→ Your instructions
Tell me how many lines of the entries below include the string "taken", and give only the number.

[Stored data]
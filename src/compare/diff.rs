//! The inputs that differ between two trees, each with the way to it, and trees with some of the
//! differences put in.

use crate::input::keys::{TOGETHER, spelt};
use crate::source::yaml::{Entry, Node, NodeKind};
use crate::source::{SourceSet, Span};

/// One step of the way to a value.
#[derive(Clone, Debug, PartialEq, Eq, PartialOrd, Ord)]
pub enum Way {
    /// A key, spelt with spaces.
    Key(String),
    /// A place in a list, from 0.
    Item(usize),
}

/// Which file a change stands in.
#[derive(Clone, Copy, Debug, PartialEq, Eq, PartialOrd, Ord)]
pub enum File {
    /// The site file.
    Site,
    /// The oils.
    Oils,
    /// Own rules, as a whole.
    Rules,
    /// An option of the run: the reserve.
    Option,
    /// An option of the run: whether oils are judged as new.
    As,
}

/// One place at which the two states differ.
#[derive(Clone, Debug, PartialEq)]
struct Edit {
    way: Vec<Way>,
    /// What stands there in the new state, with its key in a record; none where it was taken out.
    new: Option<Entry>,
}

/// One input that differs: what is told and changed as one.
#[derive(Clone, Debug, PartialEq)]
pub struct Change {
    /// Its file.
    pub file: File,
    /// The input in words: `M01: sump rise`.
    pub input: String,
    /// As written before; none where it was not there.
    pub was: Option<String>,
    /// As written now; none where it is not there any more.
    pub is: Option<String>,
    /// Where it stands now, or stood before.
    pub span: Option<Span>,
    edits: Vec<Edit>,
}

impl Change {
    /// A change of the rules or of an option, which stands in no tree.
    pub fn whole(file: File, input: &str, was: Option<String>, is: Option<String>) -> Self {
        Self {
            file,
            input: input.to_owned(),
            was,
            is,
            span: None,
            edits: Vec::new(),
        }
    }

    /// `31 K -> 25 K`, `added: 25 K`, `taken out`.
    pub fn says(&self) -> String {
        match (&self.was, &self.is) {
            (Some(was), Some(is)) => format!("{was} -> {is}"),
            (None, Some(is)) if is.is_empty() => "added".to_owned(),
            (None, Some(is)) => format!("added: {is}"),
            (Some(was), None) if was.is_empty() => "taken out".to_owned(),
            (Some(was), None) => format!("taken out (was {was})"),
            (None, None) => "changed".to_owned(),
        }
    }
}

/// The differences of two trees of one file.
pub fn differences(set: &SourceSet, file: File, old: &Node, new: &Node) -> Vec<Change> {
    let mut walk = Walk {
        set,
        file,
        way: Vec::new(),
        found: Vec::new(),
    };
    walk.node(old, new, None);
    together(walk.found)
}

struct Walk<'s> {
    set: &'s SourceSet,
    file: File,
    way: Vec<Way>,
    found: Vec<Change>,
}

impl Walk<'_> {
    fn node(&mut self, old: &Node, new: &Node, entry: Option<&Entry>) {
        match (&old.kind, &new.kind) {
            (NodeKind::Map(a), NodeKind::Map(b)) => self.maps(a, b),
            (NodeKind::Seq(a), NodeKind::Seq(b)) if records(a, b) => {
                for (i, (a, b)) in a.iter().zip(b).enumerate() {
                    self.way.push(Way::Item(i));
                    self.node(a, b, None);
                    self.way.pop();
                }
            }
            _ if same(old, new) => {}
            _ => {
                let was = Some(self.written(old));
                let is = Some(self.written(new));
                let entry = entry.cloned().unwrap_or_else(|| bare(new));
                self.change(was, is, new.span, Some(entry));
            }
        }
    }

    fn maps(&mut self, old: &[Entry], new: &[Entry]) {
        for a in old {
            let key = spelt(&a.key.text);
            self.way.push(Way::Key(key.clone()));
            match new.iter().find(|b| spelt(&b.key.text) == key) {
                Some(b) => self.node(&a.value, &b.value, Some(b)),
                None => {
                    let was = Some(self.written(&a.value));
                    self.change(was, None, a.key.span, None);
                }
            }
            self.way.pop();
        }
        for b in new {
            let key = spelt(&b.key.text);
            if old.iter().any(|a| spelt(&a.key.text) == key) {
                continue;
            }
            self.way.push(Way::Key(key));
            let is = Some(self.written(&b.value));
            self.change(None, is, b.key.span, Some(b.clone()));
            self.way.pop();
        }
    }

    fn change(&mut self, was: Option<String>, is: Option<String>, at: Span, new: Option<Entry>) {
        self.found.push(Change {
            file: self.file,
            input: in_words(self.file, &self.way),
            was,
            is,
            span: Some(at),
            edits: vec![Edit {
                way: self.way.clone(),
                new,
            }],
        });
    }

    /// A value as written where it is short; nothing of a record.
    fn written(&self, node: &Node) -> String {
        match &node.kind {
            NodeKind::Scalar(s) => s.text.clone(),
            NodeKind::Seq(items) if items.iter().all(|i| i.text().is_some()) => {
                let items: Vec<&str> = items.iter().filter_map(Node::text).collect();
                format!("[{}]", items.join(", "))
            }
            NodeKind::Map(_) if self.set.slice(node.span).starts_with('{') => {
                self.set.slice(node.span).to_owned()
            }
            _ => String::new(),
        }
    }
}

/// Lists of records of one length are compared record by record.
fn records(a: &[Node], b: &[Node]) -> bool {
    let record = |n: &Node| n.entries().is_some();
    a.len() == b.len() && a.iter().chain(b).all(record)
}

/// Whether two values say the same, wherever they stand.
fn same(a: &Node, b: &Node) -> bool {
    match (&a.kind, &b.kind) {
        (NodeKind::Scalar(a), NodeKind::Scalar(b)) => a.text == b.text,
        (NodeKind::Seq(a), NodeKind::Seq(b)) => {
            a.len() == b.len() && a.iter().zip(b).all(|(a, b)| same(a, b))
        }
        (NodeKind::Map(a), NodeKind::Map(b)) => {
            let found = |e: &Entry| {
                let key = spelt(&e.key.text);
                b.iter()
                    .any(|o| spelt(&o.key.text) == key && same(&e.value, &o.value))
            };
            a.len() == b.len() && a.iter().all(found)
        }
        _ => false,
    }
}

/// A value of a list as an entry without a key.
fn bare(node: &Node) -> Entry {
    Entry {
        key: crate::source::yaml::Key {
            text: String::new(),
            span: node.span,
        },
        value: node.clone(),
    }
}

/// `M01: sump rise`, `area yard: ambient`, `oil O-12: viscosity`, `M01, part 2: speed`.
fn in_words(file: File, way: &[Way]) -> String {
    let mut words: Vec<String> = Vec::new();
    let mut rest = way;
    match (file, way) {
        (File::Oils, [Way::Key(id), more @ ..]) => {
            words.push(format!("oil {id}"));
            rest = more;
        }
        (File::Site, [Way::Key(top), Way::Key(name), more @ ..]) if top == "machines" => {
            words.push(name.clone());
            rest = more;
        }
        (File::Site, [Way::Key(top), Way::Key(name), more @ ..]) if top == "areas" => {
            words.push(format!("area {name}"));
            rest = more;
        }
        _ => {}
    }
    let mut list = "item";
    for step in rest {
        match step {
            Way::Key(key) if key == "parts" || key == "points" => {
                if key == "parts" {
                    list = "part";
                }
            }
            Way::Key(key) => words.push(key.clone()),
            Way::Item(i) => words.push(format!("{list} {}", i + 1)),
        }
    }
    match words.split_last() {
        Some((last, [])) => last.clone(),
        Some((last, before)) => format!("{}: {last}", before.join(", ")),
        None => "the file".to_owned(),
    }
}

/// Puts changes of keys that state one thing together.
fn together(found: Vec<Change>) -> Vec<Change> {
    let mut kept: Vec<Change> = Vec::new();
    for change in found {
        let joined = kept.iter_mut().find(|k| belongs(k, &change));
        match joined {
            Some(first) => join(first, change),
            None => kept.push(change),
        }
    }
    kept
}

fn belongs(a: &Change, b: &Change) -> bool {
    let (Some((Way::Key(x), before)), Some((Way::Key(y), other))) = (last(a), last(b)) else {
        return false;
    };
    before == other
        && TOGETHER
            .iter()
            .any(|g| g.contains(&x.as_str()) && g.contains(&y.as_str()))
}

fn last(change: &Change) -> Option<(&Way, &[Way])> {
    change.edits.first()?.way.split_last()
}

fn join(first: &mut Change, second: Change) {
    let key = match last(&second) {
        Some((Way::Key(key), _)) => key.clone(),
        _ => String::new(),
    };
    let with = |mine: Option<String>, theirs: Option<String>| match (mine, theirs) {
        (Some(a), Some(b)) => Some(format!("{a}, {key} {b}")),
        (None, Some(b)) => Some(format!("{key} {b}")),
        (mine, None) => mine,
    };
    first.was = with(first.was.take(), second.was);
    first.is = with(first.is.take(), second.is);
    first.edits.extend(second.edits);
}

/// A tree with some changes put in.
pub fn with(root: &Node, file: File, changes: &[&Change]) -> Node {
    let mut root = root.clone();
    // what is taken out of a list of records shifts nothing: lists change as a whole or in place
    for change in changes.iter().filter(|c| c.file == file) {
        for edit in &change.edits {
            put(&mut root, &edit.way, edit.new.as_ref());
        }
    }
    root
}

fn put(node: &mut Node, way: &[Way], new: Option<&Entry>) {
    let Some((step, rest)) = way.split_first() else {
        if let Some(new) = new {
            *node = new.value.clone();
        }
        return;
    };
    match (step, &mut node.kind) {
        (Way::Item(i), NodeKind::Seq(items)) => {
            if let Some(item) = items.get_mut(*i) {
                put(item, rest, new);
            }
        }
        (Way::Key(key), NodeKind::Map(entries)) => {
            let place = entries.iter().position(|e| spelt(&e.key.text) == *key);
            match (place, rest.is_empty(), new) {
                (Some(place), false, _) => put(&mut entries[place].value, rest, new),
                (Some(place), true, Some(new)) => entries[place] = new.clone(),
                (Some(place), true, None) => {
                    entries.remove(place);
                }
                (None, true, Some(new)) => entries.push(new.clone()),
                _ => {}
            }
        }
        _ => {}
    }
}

...

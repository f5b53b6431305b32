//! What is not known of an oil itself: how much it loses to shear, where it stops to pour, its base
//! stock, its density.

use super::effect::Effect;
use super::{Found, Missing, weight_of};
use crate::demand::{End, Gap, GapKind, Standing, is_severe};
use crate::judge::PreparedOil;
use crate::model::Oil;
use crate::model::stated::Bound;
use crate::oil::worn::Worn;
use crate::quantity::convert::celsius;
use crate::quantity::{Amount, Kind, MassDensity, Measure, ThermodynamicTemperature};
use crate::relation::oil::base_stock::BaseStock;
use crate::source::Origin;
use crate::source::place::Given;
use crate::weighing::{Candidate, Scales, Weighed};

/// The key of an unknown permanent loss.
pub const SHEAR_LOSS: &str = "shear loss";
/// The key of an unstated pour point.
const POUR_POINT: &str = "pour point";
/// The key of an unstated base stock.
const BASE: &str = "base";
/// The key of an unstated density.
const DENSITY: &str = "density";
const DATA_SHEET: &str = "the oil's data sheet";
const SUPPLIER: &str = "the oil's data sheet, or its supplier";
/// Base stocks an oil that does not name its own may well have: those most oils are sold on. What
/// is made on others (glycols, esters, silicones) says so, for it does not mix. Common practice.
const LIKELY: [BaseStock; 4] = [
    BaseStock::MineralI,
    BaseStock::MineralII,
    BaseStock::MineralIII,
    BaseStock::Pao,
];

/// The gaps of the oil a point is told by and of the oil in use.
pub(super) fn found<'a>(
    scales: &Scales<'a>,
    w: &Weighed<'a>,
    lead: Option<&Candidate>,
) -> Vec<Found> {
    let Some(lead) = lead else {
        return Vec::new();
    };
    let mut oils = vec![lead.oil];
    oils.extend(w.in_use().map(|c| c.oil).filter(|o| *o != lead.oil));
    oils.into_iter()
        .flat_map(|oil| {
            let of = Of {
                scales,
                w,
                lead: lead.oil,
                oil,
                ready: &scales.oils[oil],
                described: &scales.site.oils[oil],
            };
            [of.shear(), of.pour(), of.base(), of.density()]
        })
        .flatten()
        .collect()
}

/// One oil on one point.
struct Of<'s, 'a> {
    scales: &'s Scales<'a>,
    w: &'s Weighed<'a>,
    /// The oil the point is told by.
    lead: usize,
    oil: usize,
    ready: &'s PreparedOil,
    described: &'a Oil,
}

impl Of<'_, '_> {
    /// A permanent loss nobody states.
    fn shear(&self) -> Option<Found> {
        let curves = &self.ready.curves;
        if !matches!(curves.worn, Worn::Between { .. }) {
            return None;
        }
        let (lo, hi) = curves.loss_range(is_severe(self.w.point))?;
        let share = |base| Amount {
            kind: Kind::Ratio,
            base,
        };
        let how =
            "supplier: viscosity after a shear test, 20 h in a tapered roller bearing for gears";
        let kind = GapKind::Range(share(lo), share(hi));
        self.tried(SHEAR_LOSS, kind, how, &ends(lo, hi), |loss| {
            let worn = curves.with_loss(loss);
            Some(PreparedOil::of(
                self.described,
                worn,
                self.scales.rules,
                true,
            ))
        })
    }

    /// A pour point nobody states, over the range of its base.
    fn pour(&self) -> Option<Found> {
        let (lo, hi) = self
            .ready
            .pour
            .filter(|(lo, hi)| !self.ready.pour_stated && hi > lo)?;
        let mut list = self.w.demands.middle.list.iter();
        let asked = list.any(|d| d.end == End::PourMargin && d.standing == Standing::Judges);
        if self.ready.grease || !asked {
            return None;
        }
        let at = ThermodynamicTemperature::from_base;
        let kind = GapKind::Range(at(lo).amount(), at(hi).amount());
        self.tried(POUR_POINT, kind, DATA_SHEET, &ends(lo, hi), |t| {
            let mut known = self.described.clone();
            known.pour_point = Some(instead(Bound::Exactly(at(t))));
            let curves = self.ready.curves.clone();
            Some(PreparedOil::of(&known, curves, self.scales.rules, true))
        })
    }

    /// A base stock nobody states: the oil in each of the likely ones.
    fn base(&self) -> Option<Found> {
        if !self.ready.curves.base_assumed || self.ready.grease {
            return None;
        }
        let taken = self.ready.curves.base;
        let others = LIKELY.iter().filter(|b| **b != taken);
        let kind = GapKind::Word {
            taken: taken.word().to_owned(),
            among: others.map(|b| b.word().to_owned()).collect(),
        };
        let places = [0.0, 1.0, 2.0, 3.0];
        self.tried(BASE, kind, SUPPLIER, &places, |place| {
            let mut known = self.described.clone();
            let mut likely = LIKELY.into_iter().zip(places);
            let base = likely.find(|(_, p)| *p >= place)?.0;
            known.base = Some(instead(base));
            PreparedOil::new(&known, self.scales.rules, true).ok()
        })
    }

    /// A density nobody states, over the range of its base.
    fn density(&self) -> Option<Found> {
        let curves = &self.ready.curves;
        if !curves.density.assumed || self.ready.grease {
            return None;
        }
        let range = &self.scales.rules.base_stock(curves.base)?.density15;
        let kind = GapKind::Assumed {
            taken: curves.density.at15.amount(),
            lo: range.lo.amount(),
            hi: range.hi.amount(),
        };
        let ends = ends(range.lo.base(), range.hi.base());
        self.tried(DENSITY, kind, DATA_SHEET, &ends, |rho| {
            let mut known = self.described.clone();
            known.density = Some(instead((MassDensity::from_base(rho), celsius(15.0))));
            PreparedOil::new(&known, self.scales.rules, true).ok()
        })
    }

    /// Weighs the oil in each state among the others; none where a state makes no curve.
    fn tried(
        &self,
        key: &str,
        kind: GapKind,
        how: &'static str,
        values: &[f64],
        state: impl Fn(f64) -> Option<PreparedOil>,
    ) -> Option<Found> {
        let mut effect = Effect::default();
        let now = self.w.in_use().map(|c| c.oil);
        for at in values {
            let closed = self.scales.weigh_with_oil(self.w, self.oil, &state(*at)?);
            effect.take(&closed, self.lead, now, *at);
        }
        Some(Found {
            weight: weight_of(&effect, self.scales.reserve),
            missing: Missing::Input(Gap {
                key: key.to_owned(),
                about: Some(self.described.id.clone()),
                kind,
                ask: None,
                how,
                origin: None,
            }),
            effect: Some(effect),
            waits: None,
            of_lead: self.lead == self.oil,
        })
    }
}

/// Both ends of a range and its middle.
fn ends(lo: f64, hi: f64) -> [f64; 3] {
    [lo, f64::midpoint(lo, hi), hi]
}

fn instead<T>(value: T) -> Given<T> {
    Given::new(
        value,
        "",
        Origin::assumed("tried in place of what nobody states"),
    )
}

→ Result
9